DX時代において、業務システムは改革の対象の一つとなっています。業務にマッチしたシステムを構築する必要性から、開発と運用がダイナミックに連携し、改善を繰り返す 開発手法である「DevOps」が浸透しつつあります。

しかし、DevOpsで実現される高速開発と高頻度のリリースを、従来型のセキュリティ対策だけで守りきるのは困難です。そこで、DevOpsにセキュリティを融合させた「DevSecOps」の重要性に注目が集まっています。

2020年10月5日と6日、「DevSecOps Days Tokyo」(主催・DevSecOps Days Tokyoコミュニティ、後援・アメリカ大使館・経済産業省・カーネギーメロン大学CyLab、SEIほか)がオンラインにて開催されました。

DevSecOpsDaysとは、米・カーネギーメロン大学や先端テクノロジー企業の有志によって始められた、DevSecOpsについての情報交換を行うコミュニティイベントです。2020年には東京の他、サンフランシスコやロンドン、シンガポールなど、合わせて世界12都市で開催。
DevSecOpsをテーマにしたイベントが日本で開催されるのは初めてであり、米・国防総省やカーネギーメロン大学関係者が登壇することで注目を集めました。

ここでは、DevSecOps Day Tokyoを4回に分けて、スペシャルレポート。今回は、株式会社ブレインパッドの韮原祐介氏の講演「AI/機械学習のサイバー脅威と、日本流DevSecOpsの導入方法」の内容をレポートします。

「DevSecOps Days Tokyo」レポート①はこちらからお読みいただけます。
「DevSecOps Days Tokyo」レポート②はこちらからお読みいただけます。

※本記事は、ブレインパッドがDevSecOps Days Tokyoの許可を得たうえで、本イベントを聴講し執筆しています。細心の注意を払って情報を掲載していますが、そのコンテンツの誤謬・遅延・正確性・相当性・完全性などについて一切責任を負いかねますのでご了承ください。

イベントの模様はYouTubeに公開されています。

・Day1:https://www.youtube.com/watch?v=poMiLi0kS88&t=5689s
・Day2:https://www.youtube.com/watch?v=DOaWf2aKFwg&t=1867s

一般講演「AI/機械学習のサイバー脅威と、日本流DevSecOpsの導入方法」

前編はこちらからお読みいただけます。


AIは簡単にハックできる

ここからは、AIのサイバーリスクについてジェネラルに考えていきます。AIに限らずあらゆるシステムや人間の情報処理は、何かを入力し、情報処理し、出力するというステップを踏みます。このどの部分を攻撃してもハックできてしまうのです。

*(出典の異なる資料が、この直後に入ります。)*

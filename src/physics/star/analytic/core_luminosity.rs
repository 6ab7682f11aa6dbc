//! Giants: luminosity from core mass, and the core's growth by burning.

/// Core mass – luminosity relation L = min(B Mᵠ, D Mᵖ), solar units.
///
/// # Source
/// Hurley, Pols & Tout 2000, MNRAS 315, 543, eqs. 31–38.
#[derive(Clone, Copy, Debug)]
pub struct CoreLuminosity {
    /// Exponent p of the lower branch.
    pub low_exponent: f64,
    /// Exponent q of the upper branch.
    pub high_exponent: f64,
    /// Factor D of the lower branch.
    pub low_factor: f64,
    /// Factor B of the upper branch.
    pub high_factor: f64,
    /// Luminosity at which the branches cross.
    pub crossing_lsun: f64,
}

impl CoreLuminosity {
    /// The relation L = min(B Mᵠ, D Mᵖ) from its exponents p, q and factors D, B.
    pub(super) fn new(p: f64, q: f64, d: f64, b: f64) -> Self {
        let crossing_core = (b / d).powf(1.0 / (p - q));
        Self {
            low_exponent: p,
            high_exponent: q,
            low_factor: d,
            high_factor: b,
            crossing_lsun: d * crossing_core.powf(p),
        }
    }

    /// Luminosity of a core mass, solar units (eq. 37).
    #[must_use]
    pub fn luminosity_lsun(&self, core_msun: f64) -> f64 {
        (self.high_factor * core_msun.powf(self.high_exponent)).min(self.low_factor * core_msun.powf(self.low_exponent))
    }

    /// Core mass of a luminosity, solar units: the inverse of [`CoreLuminosity::luminosity_lsun`].
    #[must_use]
    pub fn core_msun(&self, luminosity_lsun: f64) -> f64 {
        if luminosity_lsun <= self.crossing_lsun {
            (luminosity_lsun / self.low_factor).powf(1.0 / self.low_exponent)
        } else {
            (luminosity_lsun / self.high_factor).powf(1.0 / self.high_exponent)
        }
    }
}

/// Growth of a core that burns at dM/dt = A L(M), from a known start.
///
/// # Source
/// Hurley, Pols & Tout 2000, MNRAS 315, 543, eqs. 39–43.
#[derive(Clone, Copy, Debug)]
pub struct CoreGrowth {
    relation: CoreLuminosity,
    rate: f64,
    /// Time the lower branch would reach infinite mass, Myr.
    low_singular_myr: f64,
    /// Time the luminosity passes the crossing of the branches, Myr; the start when it is past it already.
    crossing_myr: f64,
    /// Time the upper branch would reach infinite mass, Myr.
    high_singular_myr: f64,
}

impl CoreGrowth {
    /// Growth from luminosity `start_lsun` at `start_myr` at `rate` A, solar masses per solar luminosity and Myr.
    pub(super) fn new(relation: CoreLuminosity, rate: f64, start_myr: f64, start_lsun: f64) -> Self {
        let CoreLuminosity { low_exponent: p, high_exponent: q, low_factor: d, high_factor: b, crossing_lsun } =
            relation;
        let (low_singular_myr, crossing_myr, upper_start_lsun) = if start_lsun <= crossing_lsun {
            let singular = start_myr + (d / start_lsun).powf((p - 1.0) / p) / ((p - 1.0) * rate * d);
            let crossing = singular - (singular - start_myr) * (start_lsun / crossing_lsun).powf((p - 1.0) / p);
            (singular, crossing, crossing_lsun)
        } else {
            (start_myr, start_myr, start_lsun)
        };
        let high_singular_myr = crossing_myr + (b / upper_start_lsun).powf((q - 1.0) / q) / ((q - 1.0) * rate * b);
        Self { relation, rate, low_singular_myr, crossing_myr, high_singular_myr }
    }

    /// The core mass – luminosity relation the core grows along.
    #[must_use]
    pub fn relation(&self) -> &CoreLuminosity {
        &self.relation
    }

    /// Core mass at a time in Myr, solar masses (eq. 39).
    #[must_use]
    pub fn core_msun(&self, time_myr: f64) -> f64 {
        let r = &self.relation;
        if time_myr <= self.crossing_myr && self.low_singular_myr > self.crossing_myr {
            let p = r.low_exponent;
            ((p - 1.0) * self.rate * r.low_factor * (self.low_singular_myr - time_myr)).powf(1.0 / (1.0 - p))
        } else {
            let q = r.high_exponent;
            ((q - 1.0) * self.rate * r.high_factor * (self.high_singular_myr - time_myr)).powf(1.0 / (1.0 - q))
        }
    }

    /// Time in Myr at which a luminosity is reached (eq. 43).
    #[must_use]
    pub fn time_at_myr(&self, luminosity_lsun: f64) -> f64 {
        let r = &self.relation;
        if luminosity_lsun <= r.crossing_lsun {
            let p = r.low_exponent;
            self.low_singular_myr
                - (r.low_factor / luminosity_lsun).powf((p - 1.0) / p) / ((p - 1.0) * self.rate * r.low_factor)
        } else {
            let q = r.high_exponent;
            self.high_singular_myr
                - (r.high_factor / luminosity_lsun).powf((q - 1.0) / q) / ((q - 1.0) * self.rate * r.high_factor)
        }
    }

    /// Time left until the branch in use would reach infinite mass, Myr: the natural unit of a step.
    pub(in crate::physics::star) fn left_myr(&self, time_myr: f64) -> f64 {
        if time_myr < self.crossing_myr { self.low_singular_myr - time_myr } else { self.high_singular_myr - time_myr }
    }

    /// Time the relation changes branch, Myr.
    pub(in crate::physics::star) fn bend_myr(&self) -> f64 {
        self.crossing_myr
    }
}

#[cfg(test)]
mod tests {
    use super::*;

    #[test]
    fn time_and_luminosity_invert_each_other_on_both_branches() {
        let relation = CoreLuminosity::new(6.0, 3.0, 10.0_f64.powf(5.37), 3e4);
        for start in [2.5, 3000.0] {
            let growth = CoreGrowth::new(relation, 1.3e-5, 11_000.0, start);
            for factor in [1.0, 1.7, 40.0, 900.0] {
                let luminosity = start * factor;
                let time = growth.time_at_myr(luminosity);
                let back = relation.luminosity_lsun(growth.core_msun(time));
                assert!((back / luminosity - 1.0).abs() < 1e-6, "{luminosity} came back as {back}");
            }
        }
    }

    #[test]
    fn the_core_grows_by_the_burning_rate() {
        let relation = CoreLuminosity::new(6.0, 3.0, 10.0_f64.powf(5.37), 3e4);
        let growth = CoreGrowth::new(relation, 1.3e-5, 0.0, 2.5);
        let (time, step) = (0.5 * growth.left_myr(0.0), 1e-3);
        let slope = (growth.core_msun(time + step) - growth.core_msun(time - step)) / (2.0 * step);
        let rate = 1.3e-5 * relation.luminosity_lsun(growth.core_msun(time));
        assert!((slope / rate - 1.0).abs() < 1e-6);
    }
}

入力をハックされた例を一つ挙げると、マイクロソフトの作ったチャットボットにユーザーがゴミのデータを学習させていった結果、差別発言をするようになり、サービス自体を停止したということがあります。あとは学習済みモデル自体もハックできます。一時停止の標識にテープを貼ると、AIはこれを一時停止ではなく、速度制限の標識だと判断してしまうという。実際に運転アシスト機能で、標識を認識する機能が最新の車には搭載されていますが、あるラーメン屋さんのチェーン店の看板ロゴが進入禁止の標識だと誤認識したという例があります。これはハックしようとしたケースというよりはバグが見つかったケースです。これを意図してやることも当然できるわけです。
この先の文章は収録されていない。